--- Supplied information ---

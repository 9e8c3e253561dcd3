import { spawnSync } from 'node:child_process';
import { writeFileSync } from 'node:fs';
import { root } from './setup/folders.mjs';

/** Format, lint, types, import rules: each a step of its own. With a file name it also writes how many passed. */
const bin = (name) => `node_modules/.bin/${name}`;
const steps = [
  ['format', bin('prettier'), ['--check', '--log-level', 'warn', '.']],
  ['lint', bin('eslint'), ['--max-warnings', '0', '.']],
  ['route types', bin('next'), ['typegen']],
  ['types', bin('tsc'), ['--noEmit', '-p', '.']],
  ['types of the service worker', bin('tsc'), ['--noEmit', '-p', 'service-worker']],
  [
    'import rules and cycles',
    bin('depcruise'),
    [
      '--config',
      '.dependency-cruiser.mjs',
      '--output-type',
      'err',
      'app',
      'components',
      'lib',
      'db',
      'service-worker',
      'scripts',
      'tests',
    ],
  ],
];
let failed = 0;
for (const [name, command, args] of steps) {
  const result = spawnSync(command, args, {
    cwd: root,
    stdio: 'inherit',
    env: { ...process.env, NEXT_TELEMETRY_DISABLED: '1' },
  });
  const passed = result.status === 0;
  failed += passed ? 0 : 1;
  console.log(`${passed ? 'passed' : 'FAILED'}: ${name}`);
}
const report = process.argv[2];
if (report) writeFileSync(report, JSON.stringify({ passed: steps.length - failed, failed }));
process.exitCode = failed > 0 ? 1 : 0;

---

Which lines of the records hold the string "writeFileSync"? Copy each one.

Your solution:
import { writeFileSync } from 'node:fs';
if (report) writeFileSync(report, JSON.stringify({ passed: steps.length - failed, failed }));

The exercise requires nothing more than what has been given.